Now that we have our model exported to onnx format, we can quantize it using the ONNXRuntime quantizer. (cf [ONNXRuntime quantization](https://onnxruntime.ai/docs/performance/model-optimizations/quantization.html))  
  
There are 2 kind of quantization:
- Dynamic quantization: computes quantization parameters (zero-point and scaling factors) on the fly. These calculations increase the cost of inference, while usually achieve higher accuracy comparing to static ones. This type of quantization is usually more suitable for transformers and linear layers.
- Static quantization: quantization parameters are calculated during the quantization process, not during inference. It first runs the model using a set of images called calibration data. During these runs, we compute the quantization parameters for each activations. These quantization parameters are written as constants to the quantized model and used for all inputs.
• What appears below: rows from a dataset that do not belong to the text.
/* Parses argv, takes the runs from --study; 0, or -1 after help (exit 0), or the exit code. */
static int parse_args(fit_args *a, int argc, char **argv)
{
	const char **val = a->val;
	int rc, r;

	a->pos = xcalloc((size_t)argc + 1, sizeof *a->pos);
	rc = cmdline_parse(&spec, argc, argv, val, a->pos, &a->npos);
	if (rc)
		return rc == 1 ? -1 : 2;
	a->condcol = val[O_CONDCOL];
	a->maskpath = val[O_MASK];
	if (val[O_STUDY]) {
		study_inputs *si = &a->si;

		if (a->npos || val[O_EVENTS] || val[O_CONF] || val[O_CONFCOLS]) {
			cmdline_error("fit", "--study finds the runs, events and confounds itself: give no runs, --events or --confounds");
			return 2;
		}
		if (!val[O_SUBJECT]) {
			cmdline_error("fit", "--study needs --subject");
			return 2;
		}
		if (load_study_inputs(val[O_STUDY], val[O_SUBJECT], val[O_TASK], si))
			return 1;
		free(a->pos);
		a->pos = xcalloc((size_t)si->nrun + 1, sizeof *a->pos);
		for (r = 0; r < si->nrun; r++)
			a->pos[r] = si->bold[r];
		a->npos = si->nrun;
		a->model = si->ar1 == 2 ? GLM_AR1_ADJUSTED : si->ar1 ? GLM_AR1 : GLM_OLS;
		a->drift = si->drift;
		a->sref = si->sref;
		a->fwhm = si->fwhm;
		if (!a->condcol)
			a->condcol = si->condcol;
		if (!a->maskpath)
			a->maskpath = si->mask;
	} else if (val[O_SUBJECT] || val[O_TASK]) {
		cmdline_error("fit", "--subject and --task go with --study");
		return 2;
	}
	if (a->npos == 0) {
		cmdline_error("fit", "give at least one BOLD run");
		return 2;
	}
	if (!val[O_OUT]) {
		cmdline_error("fit", "--out DIR is required");
		return 2;
	}
	return 0;
}

/* --autocorrelation, --drift-cutoff, --volume-time, --smoothing-fwhm, --threads; 0 or 2. */
static int parse_model(fit_args *a)
{
	const char **val = a->val;

	if (val[O_MODEL]) {
		if (strcmp(val[O_MODEL], "ar1") == 0)
			a->model = GLM_AR1;
		else if (strcmp(val[O_MODEL], "ar1-adjusted") == 0)
			a->model = GLM_AR1_ADJUSTED;
		else if (strcmp(val[O_MODEL], "none") == 0)
			a->model = GLM_OLS;
		else if (strcmp(val[O_MODEL], "ols") == 0) {
			cmdline_error("fit", "--autocorrelation: 'ols' is now called 'none' (no autocorrelation model: ordinary least squares)");
			return 2;
		} else {
			cmdline_error("fit", "--autocorrelation must be ar1, ar1-adjusted or none, not '%s'", val[O_MODEL]);
			return 2;
		}
	}
	if (val[O_DRIFT]) {
		if (strcmp(val[O_DRIFT], "none") == 0)
			a->drift = 0.0;
		else if (cmdline_double("fit", "--drift-cutoff", val[O_DRIFT], 1e-3, 1e9, &a->drift))
			return 2;
	}
	if (val[O_SLICE] && cmdline_double("fit", "--volume-time", val[O_SLICE], 0.0, 1.0, &a->sref))
		return 2;
	if (val[O_SMOOTH]) {
		if (strcmp(val[O_SMOOTH], "none") == 0)
			a->fwhm = 0.0;
		else if (cmdline_double("fit", "--smoothing-fwhm", val[O_SMOOTH], 0.0, 1000.0, &a->fwhm))
			return 2;
	}
	a->threads = sysconf(_SC_NPROCESSORS_ONLN);
	if (a->threads < 1)
		a->threads = 1;
	if (val[O_THREADS] && cmdline_int("fit", "--threads", val[O_THREADS], 1, 1024, &a->threads))
		return 2;
	return 0;
}

/* n copies of v[0..n-1]. */
static char **copy_list(char *const *v, int n)
{
	char **c = xcalloc((size_t)(n ? n : 1), sizeof *c);
	int i;

	for (i = 0; i < n; i++)
		c[i] = xstrdup(v[i]);
	return c;
}

/* The events, confounds and confound-column lists, one file per run; 0 or 2. */
static int input_lists(fit_args *a)
{
	const char **val = a->val;
	int r, nrun = a->npos;

	if (a->si.nrun) {
		a->events = copy_list(a->si.events, nrun);
		a->nev = nrun;
		if (a->si.confs) {
			a->confs = copy_list(a->si.confs, nrun);
			a->nconf = nrun;
			a->ccols = copy_list(a->si.ccols, a->si.nccol);
			a->nccol = a->si.nccol;
		}
	} else if (val[O_EVENTS]) {
		a->events = split_list(val[O_EVENTS], 0, &a->nev);
		if (a->nev != nrun) {
			cmdline_error("fit", "--events names %d files for %d runs", a->nev, nrun);
			return 2;
		}
	} else {
		a->events = xcalloc((size_t)nrun, sizeof *a->events);
		a->nev = nrun;
		for (r = 0; r < nrun; r++) {
			a->events[r] = beside(a->pos[r], "_events.tsv");
			if (!a->events[r]) {
				cmdline_error("fit", "%s: not named *_bold.nii[.gz]: give --events", a->pos[r]);
				return 2;
			}
		}
	}
	if (val[O_CONFCOLS])
		a->ccols = split_list(val[O_CONFCOLS], 1, &a->nccol);
	if (a->si.nrun) {
		/* set above */
	} else if (val[O_CONF]) {
		a->confs = split_list(val[O_CONF], 0, &a->nconf);
		if (a->nconf != nrun) {
			cmdline_error("fit", "--confounds names %d files for %d runs", a->nconf, nrun);
			return 2;
		}
		if (a->nccol == 0) {
			cmdline_error("fit", "--confounds needs --confound-columns");
			return 2;
		}
	} else if (a->nccol > 0) {
		cmdline_error("fit", "--confound-columns needs --confounds");
		return 2;
	}
	return 0;
}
Static quantization is recommended for CNN models.

Since our model is a CNN based model, we use static quantization.  
  
During the calibration process, we need to preprocess the images the same way it will be done during inference.  
We use the CalibrationDataReader class from ONNXRuntime (cf [examples](https://github.com/microsoft/onnxruntime-inference-examples/tree/main/quantization)) with a set of 10 random images from the COCO dataset available in the [calibration_img](./calibration_img/) (the images should be similar to the ones the model will get as input).

In [5]:
from onnxruntime.quantization import CalibrationDataReader
import os
import cv2
import numpy as np

def letterbox(im, new_shape=(640, 640), color=(114, 114, 114)):
    # Resize and pad image while maintaining aspect ratio
    shape = im.shape[:2]  # current shape [height, width]
    ratio = min(new_shape[0] / shape[0], new_shape[1] / shape[1])
    new_unpad = (int(round(shape[1] * ratio)), int(round(shape[0] * ratio)))
    dw, dh = new_shape[1] - new_unpad[0], new_shape[0] - new_unpad[1]  # width and height padding
    dw /= 2  # divide padding into two sides
    dh /= 2

    im = cv2.resize(im, new_unpad, interpolation=cv2.INTER_LINEAR)
    top, bottom = int(round(dh - 0.1)), int(round(dh + 0.1))
    left, right = int(round(dw - 0.1)), int(round(dw + 0.1))
    im = cv2.copyMakeBorder(
        im, top, bottom, left, right, cv2.BORDER_CONSTANT, value=color
    )  # add border
    return im, ratio, (dw, dh)

class YOLOCalibrationDataReader(CalibrationDataReader):
    def __init__(self, calibration_image_folder, model_input_name, input_size=(640, 640)):
        self.data_dir = calibration_image_folder
        self.model_input_name = model_input_name
        self.input_size = input_size
        self.image_files = os.listdir(self.data_dir)
        self.preprocess_images()
        self.data_iter = iter(self.input_batches)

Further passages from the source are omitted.